[Data to examine]
- Opening Delimiter -

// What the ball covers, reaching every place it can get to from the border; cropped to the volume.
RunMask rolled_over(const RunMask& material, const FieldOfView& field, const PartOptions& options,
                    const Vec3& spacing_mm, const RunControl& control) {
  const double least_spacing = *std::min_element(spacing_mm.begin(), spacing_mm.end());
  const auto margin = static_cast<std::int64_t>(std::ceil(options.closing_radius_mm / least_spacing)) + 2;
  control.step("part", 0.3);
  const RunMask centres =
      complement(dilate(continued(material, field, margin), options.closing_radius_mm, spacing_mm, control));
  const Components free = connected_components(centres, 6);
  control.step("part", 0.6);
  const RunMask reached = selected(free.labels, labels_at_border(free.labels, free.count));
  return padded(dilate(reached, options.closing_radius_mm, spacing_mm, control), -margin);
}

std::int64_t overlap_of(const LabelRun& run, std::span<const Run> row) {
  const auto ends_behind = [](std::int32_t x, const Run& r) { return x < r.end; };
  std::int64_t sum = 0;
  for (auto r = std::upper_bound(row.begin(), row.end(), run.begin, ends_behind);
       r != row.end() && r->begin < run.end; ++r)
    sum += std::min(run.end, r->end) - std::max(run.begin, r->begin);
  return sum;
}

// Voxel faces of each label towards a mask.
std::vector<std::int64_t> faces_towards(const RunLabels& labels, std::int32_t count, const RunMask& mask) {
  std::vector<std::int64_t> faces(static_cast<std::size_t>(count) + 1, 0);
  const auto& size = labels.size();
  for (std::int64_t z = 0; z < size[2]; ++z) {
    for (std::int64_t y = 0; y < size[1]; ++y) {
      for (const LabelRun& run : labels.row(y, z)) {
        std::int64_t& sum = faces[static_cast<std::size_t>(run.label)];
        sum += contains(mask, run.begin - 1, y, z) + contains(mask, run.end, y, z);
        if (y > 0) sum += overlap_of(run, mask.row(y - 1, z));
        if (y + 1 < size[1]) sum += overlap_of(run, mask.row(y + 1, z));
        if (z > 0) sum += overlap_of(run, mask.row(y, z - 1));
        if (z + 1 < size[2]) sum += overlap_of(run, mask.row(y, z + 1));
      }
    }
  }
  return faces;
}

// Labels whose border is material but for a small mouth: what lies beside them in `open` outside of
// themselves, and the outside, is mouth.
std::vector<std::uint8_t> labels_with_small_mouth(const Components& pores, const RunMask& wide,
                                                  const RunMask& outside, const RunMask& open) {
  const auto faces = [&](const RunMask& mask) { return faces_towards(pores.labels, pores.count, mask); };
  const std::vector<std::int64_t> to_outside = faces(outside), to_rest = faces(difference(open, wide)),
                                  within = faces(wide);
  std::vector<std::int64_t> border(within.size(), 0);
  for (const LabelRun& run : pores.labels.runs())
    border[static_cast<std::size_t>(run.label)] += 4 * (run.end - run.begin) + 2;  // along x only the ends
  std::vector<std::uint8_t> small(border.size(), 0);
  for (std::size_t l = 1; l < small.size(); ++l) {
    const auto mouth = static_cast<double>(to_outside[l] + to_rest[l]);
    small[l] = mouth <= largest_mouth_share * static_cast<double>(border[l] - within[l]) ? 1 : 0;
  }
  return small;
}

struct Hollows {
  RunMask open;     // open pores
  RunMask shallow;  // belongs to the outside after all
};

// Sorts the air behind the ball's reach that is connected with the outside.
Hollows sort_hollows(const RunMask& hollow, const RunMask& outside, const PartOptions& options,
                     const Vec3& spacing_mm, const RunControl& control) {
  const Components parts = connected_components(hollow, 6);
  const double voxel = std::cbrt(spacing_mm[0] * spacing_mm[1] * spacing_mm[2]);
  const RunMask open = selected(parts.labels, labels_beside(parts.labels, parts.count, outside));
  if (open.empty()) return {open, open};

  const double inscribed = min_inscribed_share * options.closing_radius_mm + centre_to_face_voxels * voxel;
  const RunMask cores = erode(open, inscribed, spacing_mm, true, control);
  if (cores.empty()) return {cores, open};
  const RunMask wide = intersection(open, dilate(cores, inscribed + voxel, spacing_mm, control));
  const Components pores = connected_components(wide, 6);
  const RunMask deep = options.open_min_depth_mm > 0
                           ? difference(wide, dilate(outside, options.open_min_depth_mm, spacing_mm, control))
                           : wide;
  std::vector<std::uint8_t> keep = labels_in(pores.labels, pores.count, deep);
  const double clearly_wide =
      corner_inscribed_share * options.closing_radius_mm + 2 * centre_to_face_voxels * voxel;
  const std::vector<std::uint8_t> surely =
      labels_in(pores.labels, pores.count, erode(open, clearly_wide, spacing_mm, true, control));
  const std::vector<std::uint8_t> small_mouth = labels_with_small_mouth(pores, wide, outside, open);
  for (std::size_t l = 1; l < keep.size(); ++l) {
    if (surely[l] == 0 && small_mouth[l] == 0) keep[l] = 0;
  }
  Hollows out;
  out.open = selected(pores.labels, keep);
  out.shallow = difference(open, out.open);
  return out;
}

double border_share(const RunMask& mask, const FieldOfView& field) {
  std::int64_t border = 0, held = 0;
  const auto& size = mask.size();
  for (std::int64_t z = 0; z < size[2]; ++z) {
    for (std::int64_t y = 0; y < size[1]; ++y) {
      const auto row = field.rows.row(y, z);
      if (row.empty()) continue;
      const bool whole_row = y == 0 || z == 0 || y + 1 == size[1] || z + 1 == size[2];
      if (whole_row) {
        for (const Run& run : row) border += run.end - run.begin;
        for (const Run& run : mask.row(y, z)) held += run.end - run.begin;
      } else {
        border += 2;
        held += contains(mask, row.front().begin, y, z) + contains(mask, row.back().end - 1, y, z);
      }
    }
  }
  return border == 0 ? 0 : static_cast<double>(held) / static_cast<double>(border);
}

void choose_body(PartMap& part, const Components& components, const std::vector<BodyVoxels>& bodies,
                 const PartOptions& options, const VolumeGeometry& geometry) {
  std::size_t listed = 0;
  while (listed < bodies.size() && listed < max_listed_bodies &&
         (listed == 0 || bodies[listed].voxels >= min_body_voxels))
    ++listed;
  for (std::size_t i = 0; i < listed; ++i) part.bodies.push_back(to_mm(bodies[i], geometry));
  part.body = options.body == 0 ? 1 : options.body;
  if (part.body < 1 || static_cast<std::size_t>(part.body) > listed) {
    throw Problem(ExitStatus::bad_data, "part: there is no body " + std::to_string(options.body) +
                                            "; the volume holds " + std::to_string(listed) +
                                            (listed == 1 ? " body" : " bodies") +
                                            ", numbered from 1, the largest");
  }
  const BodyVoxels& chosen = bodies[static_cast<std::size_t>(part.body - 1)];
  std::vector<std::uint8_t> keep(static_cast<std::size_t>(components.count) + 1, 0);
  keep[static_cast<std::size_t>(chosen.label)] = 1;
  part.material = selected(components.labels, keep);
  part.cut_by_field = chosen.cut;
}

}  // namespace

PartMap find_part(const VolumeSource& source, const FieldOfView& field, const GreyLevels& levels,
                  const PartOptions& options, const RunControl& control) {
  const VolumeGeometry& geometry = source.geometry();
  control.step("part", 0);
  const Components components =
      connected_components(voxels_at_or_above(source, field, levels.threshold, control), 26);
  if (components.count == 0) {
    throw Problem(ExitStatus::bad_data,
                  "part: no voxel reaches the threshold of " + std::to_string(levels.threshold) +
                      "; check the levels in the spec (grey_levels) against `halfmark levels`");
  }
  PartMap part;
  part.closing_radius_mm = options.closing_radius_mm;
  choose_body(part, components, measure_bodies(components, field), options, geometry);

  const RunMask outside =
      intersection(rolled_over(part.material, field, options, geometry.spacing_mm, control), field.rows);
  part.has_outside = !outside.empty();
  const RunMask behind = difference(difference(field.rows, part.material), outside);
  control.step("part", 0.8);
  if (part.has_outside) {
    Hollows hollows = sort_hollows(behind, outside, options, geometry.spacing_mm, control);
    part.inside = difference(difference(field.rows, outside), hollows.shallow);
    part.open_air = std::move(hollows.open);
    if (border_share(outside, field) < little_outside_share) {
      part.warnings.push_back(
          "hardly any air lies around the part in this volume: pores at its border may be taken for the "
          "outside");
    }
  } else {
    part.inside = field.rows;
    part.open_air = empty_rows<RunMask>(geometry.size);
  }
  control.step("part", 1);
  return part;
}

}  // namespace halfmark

- Closing Delimiter -

[Work task] Copy only this part of the entries above: the line with "const bool whole_row", the line with "(listed == 0", and the lines between, all exactly as written.

[Response]
      const bool whole_row = y == 0 || z == 0 || y + 1 == size[1] || z + 1 == size[2];
      if (whole_row) {
        for (const Run& run : row) border += run.end - run.begin;
        for (const Run& run : mask.row(y, z)) held += run.end - run.begin;
      } else {
        border += 2;
        held += contains(mask, row.front().begin, y, z) + contains(mask, row.back().end - 1, y, z);
      }
    }
  }
  return border == 0 ? 0 : static_cast<double>(held) / static_cast<double>(border);
}

void choose_body(PartMap& part, const Components& components, const std::vector<BodyVoxels>& bodies,
                 const PartOptions& options, const VolumeGeometry& geometry) {
  std::size_t listed = 0;
  while (listed < bodies.size() && listed < max_listed_bodies &&
         (listed == 0 || bodies[listed].voxels >= min_body_voxels))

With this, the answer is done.